6. The React Component
BlogChat.tsx is dynamically imported (ssr: false) on the blog list page so it doesn't affect static generation or server bundle size.
The flow on each user query:
ContentIndexer.search(question)— runs js-search on the local index, filters tocategory: 'blogs', takes top 3- If no results — short-circuits with a UI message, no API call made
POST /chat.phpwith{ question, context }— waits for Mistral response- Renders the answer as pre-wrapped text, followed by source links
A client-side 3-second throttle prevents accidental double-submissions without relying on server state.

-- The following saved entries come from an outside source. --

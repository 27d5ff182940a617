"""Reading a study file (TOML) into a validated `Study`.

A study names a base model (relative to the study file) and what varies:

    model = "floor.toml"          # base model
    target = 1.0                  # load factor whose contour the map draws (default 1.0)
    title = "..."                 # optional
    [move_opening]                # optional: an opening moved over a grid of centre positions
    opening = 1                   # the model's opening that moves (from 1) ... or
    polygon = [[x, y], ...]       # ... a new opening, m, at its first position
    step = 0.5                    # m between grid positions, > 0
    x = [xmin, xmax]              # optional limits of the centre, m
    y = [ymin, ymax]
    scale = [0.8, 1.0]            # optional sizes, factors on the opening about its centroid
    [[sweep]]                     # zero or more: a numeric value of the model over a list
    key = "load.imposed.value"    # plain path (see paths.py)
    values = [5.0, 7.5]

At least one of [move_opening] and [[sweep]] is needed. Every problem is a `StudyError`
"study file '<path>': <item> ...; <what to do>" naming the item (move_opening.step,
sweep[2].key, ...), raised before anything is solved or written.

Units: m for positions and steps; sweep values in the unit of the value they replace.
May import: tomllib, shapely, `hingeline.model`, `hingeline.errors`.
"""
from __future__ import annotations

import math
import tomllib
from dataclasses import dataclass
from pathlib import Path
from typing import Any

from ..errors import HingelineError, ModelError
from ..model import Model, parse_model
from ..model.values import Invalid, check_keys, is_number, number, points, show
from .paths import PathError, check_numeric, split_path, with_value

STUDY_KEYS = ("model", "target", "title", "move_opening", "sweep")
MOVE_KEYS = ("opening", "polygon", "step", "x", "y", "scale")
SWEEP_KEYS = ("key", "values")
#: Most grid positions a study may hold (a bigger grid is almost surely a step typed in mm).
MAX_POSITIONS = 20000


class StudyError(HingelineError):
    """A study file that cannot be used (exit code 2); the message names the item."""


@dataclass(frozen=True)
class MoveOpening:
    """The opening that moves.

    opening: its position (from 1) among the base model's openings, or None for a new one.
    polygon: its vertices at the base position, m. step: m between grid centres, > 0.
    x, y: (min, max) limits of the centre, m, or None (then from the slab, see variants.py).
    scale: size factors about the centroid, each > 0; () when not swept (size as given).
    """

    opening: int | None
    polygon: tuple[tuple[float, float], ...]
    step: float
    x: tuple[float, float] | None = None
    y: tuple[float, float] | None = None
    scale: tuple[float, ...] = ()


@dataclass(frozen=True)
class Sweep:
    """A numeric value of the model (plain path `key`) taken over `values`."""

    key: str
    values: tuple[float, ...]


@dataclass(frozen=True, eq=False)
class Study:
    """A validated study: the base model as data (`base`, the TOML tables) and as a `Model`."""

    path: Path
    model_path: Path
    base: dict
    model: Model
    target: float
    move: MoveOpening | None
    sweeps: tuple[Sweep, ...]
    title: str = ""


def read_study(path: str | Path) -> Study:
    """Read and validate the study file at `path` and the base model it names."""
    p = Path(path)
    where = f"study file '{p}'"
    try:
        data = tomllib.loads(p.read_text(encoding="utf-8"))
    except FileNotFoundError:
        raise StudyError(f"{where} not found; check the path and file name") from None
    except (OSError, UnicodeDecodeError) as exc:
        raise StudyError(f"{where} cannot be read ({exc}); give a UTF-8 .toml file") from None
    except tomllib.TOMLDecodeError as exc:
        raise StudyError(f"{where}: not valid TOML: {exc}; fix the syntax there") from None
    try:
        return _parse(data, p)
    except (Invalid, PathError) as exc:
        raise StudyError(f"{where}: {exc}") from None


def _parse(data: dict, path: Path) -> Study:
    check_keys(data, STUDY_KEYS, "the top level of the study file")
    if "model" not in data:
        raise Invalid('model is missing; name the base model file, e.g. model = "floor.toml" '
                      "(relative to the study file)")
    if not isinstance(data["model"], str) or not data["model"].strip():
        raise Invalid(f"model must name the base model file in quotes (relative to the study file), "
                      f"got {show(data['model'])}")
    model_path = path.parent / data["model"]
    base = _read_base(model_path)
    model = parse_model(base, str(model_path))
    target = number(data.get("target", 1.0), "target", "load factor")
    if target <= 0:
        raise Invalid(f"target is {target:g}; give the load factor to map, > 0 (e.g. 1.0)")
    title = data.get("title", "")
    if not isinstance(title, str):
        raise Invalid(f"title must be text in quotes, got {show(title)}")
    move = _parse_move(data["move_opening"], base) if "move_opening" in data else None
    sweeps = _parse_sweeps(data.get("sweep", []), base, model_path, move)
    if move is None and not sweeps:
        raise Invalid("nothing varies; add a [move_opening] table or a [[sweep]] table")
    return Study(path=path, model_path=model_path, base=base, model=model, target=target, move=move,
                 sweeps=sweeps, title=title)


def _read_base(model_path: Path) -> dict:
    try:
        return tomllib.loads(model_path.read_text(encoding="utf-8"))
    except FileNotFoundError:
        raise Invalid(f"model: base model '{model_path}' not found (paths are relative to the study "
                      "file); check the path") from None
    except (OSError, UnicodeDecodeError) as exc:
        raise Invalid(f"model: base model '{model_path}' cannot be read ({exc})") from None
    except tomllib.TOMLDecodeError as exc:
        raise ModelError(f"{model_path}: not valid TOML: {exc}; fix the syntax there") from None


def _limits(t: dict, axis: str) -> tuple[float, float] | None:
    if axis not in t:
        return None
    v = t[axis]
    where = f"move_opening.{axis}"
    if not isinstance(v, list) or len(v) != 2:
        raise Invalid(f"{where} must be a pair [{axis}min, {axis}max] in m, got {show(v)}")
    lo, hi = (number(c, f"{where}[{k + 1}]", "m") for k, c in enumerate(v))
    if lo > hi:
        raise Invalid(f"{where} = [{lo:g}, {hi:g}]: the minimum is above the maximum; swap them")
    return lo, hi


def _parse_move(t: Any, base: dict) -> MoveOpening:
    if not isinstance(t, dict):
        raise Invalid(f"move_opening must be a table [move_opening], got {show(t)}")
    check_keys(t, MOVE_KEYS, "[move_opening]")
    if ("opening" in t) == ("polygon" in t):
        raise Invalid("move_opening needs exactly one of opening (an opening of the model, from 1) "
                      "and polygon (a new opening, [[x, y], ...] in m)")
    if "opening" in t:
        k = t["opening"]
        openings = base.get("slab", {}).get("opening", [])
        if not isinstance(k, int) or isinstance(k, bool):
            raise Invalid(f"move_opening.opening must be a whole number (from 1), got {show(k)}")
        if not 1 <= k <= len(openings):
            raise Invalid(f"move_opening.opening = {k}: the model has {len(openings)} opening(s) "
                          f"(slab.opening, counted from 1); give one of 1..{len(openings)} or a polygon"
                          if openings else f"move_opening.opening = {k}: the model has no openings; "
                          "give polygon = [[x, y], ...] for a new one")
        poly = points(openings[k - 1].get("polygon"), f"slab.opening[{k}].polygon")
    else:
        k = None
        poly = points(t["polygon"], "move_opening.polygon")
        if len(poly) < 3:
            raise Invalid(f"move_opening.polygon has {len(poly)} vertices; give at least 3 [x, y] (m)")
    if "step" not in t:
        raise Invalid("move_opening.step is missing; give the distance between grid positions in m")
    step = number(t["step"], "move_opening.step", "m")
    if step <= 0:
        raise Invalid(f"move_opening.step is {step:g} m; give a distance > 0 between grid positions (m)")
    scale = t.get("scale", [1.0])
    if not isinstance(scale, list) or not scale:
        raise Invalid(f"move_opening.scale must be a non-empty list of size factors, got {show(scale)}")
    factors = tuple(number(s, f"move_opening.scale[{i + 1}]", "size factor") for i, s in enumerate(scale))
    for i, s in enumerate(factors):
        if s <= 0:
            raise Invalid(f"move_opening.scale[{i + 1}] is {s:g}; a size factor must be > 0")
    if len(set(factors)) != len(factors):
        raise Invalid("move_opening.scale repeats a factor; list each size once")
    return MoveOpening(opening=k, polygon=tuple(map(tuple, poly.tolist())), step=step,
                       x=_limits(t, "x"), y=_limits(t, "y"), scale=factors if "scale" in t else ())


def _parse_sweeps(raw: Any, base: dict, model_path: Path, move: MoveOpening | None) -> tuple[Sweep, ...]:
    if isinstance(raw, dict) or not isinstance(raw, list):
        raise Invalid("sweep must be a list of tables: write each as [[sweep]] (double brackets)")
    out: list[Sweep] = []
    for i, t in enumerate(raw):
        where = f"sweep[{i + 1}]"
        if not isinstance(t, dict):
            raise Invalid(f"{where} must be a table [[sweep]], got {show(t)}")
        check_keys(t, SWEEP_KEYS, f"[[sweep]] {where}")
        if "key" not in t or "values" not in t:
            raise Invalid(f"{where} needs key (a plain path such as \"load.imposed.value\") and values (a list)")
        key = t["key"]
        try:
            segments = split_path(key)
            check_numeric(base, key)
        except PathError as exc:
            raise Invalid(f"{where}.key: {exc}") from None
        if any(s.key == key or split_path(s.key) == segments for s in out):
            raise Invalid(f"{where}.key '{key}' is swept twice; give each key once")
        if move and move.opening and segments[:3] == ("slab", "opening", str(move.opening)):
            raise Invalid(f"{where}.key '{key}' changes the opening that [move_opening] moves; "
                          "sweep it by move_opening.scale or leave it out")
        values = t["values"]
        if not isinstance(values, list) or not values:
            raise Invalid(f"{where}.values must be a non-empty list of numbers, got {show(values)}")
        nums = []
        for j, v in enumerate(values):
            if not is_number(v) or not math.isfinite(v):
                raise Invalid(f"{where}.values[{j + 1}] must be a finite number, got {show(v)}")
            try:
                parse_model(with_value(base, key, v), "model")
            except ModelError as exc:
                raise Invalid(f"{where}: {key} = {v} makes the model invalid: "
                              f"{str(exc).removeprefix('model: ')}") from None
            nums.append(v)
        if len(set(nums)) != len(nums):
            raise Invalid(f"{where}.values repeats a value; list each once")
        out.append(Sweep(key=key, values=tuple(nums)))
    return tuple(out)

7. Classic Search vs. RAG — Side by Side
| Feature | js-search (before) | RAG with Mistral (now) |
|---|---|---|
| Query type | Keywords | Natural language |
| Answer format | List of links | Synthesised prose |
| Cross-article reasoning | No | Yes |
| Handles typos / synonyms | Partial | Yes |
| Cited sources | No | Yes (with links) |
| Works offline | Yes | No |
| API cost | Free | ~$0.002 / query |
| Latency | < 50 ms | 1–3 s |
| Hallucination risk | None | Low (grounded) |
The two approaches are complementary. The existing keyword search remains for fast exact lookups; RAG handles exploratory and conversational queries.
8. Next Steps
Short term
- Stream the response — Mistral supports SSE streaming; showing tokens as they arrive would improve perceived latency
- Expand the index — include full article content in chunks (512 tokens each) rather than a 600-char flat snippet; improves recall on long posts
- Add the RAG widget to individual blog pages — ask follow-up questions while reading a post
Medium term
- Vector embeddings — replace js-search retrieval with cosine similarity over
mistral-embedvectors stored in a static JSON file; significantly better semantic recall - Multi-turn conversation — maintain a message history so users can ask follow-up questions in context
- Feedback loop — a thumbs up/down button on answers to learn which queries the current retrieval handles poorly
Long term
- Hybrid retrieval — BM25 (keyword) + embedding similarity, re-ranked by a cross-encoder; the gold standard for production RAG
- Move to an edge runtime — if the site ever migrates off shared hosting, a Cloudflare Worker or Vercel Edge Function would drop latency to under 200 ms globally
Conclusion
A personal blog on shared static hosting is not the obvious place to deploy RAG. But the combination of a pre-built JSON index for retrieval, a PHP proxy to guard the API key, and Mistral's free tier for generation makes it entirely practical — with zero infrastructure changes and about two hours of implementation.
The result is a search experience that understands questions rather than matching tokens, and answers them with direct citations to the actual content. For a technical blog covering diverse topics from STM32 firmware to LLM platforms, that is a meaningful improvement.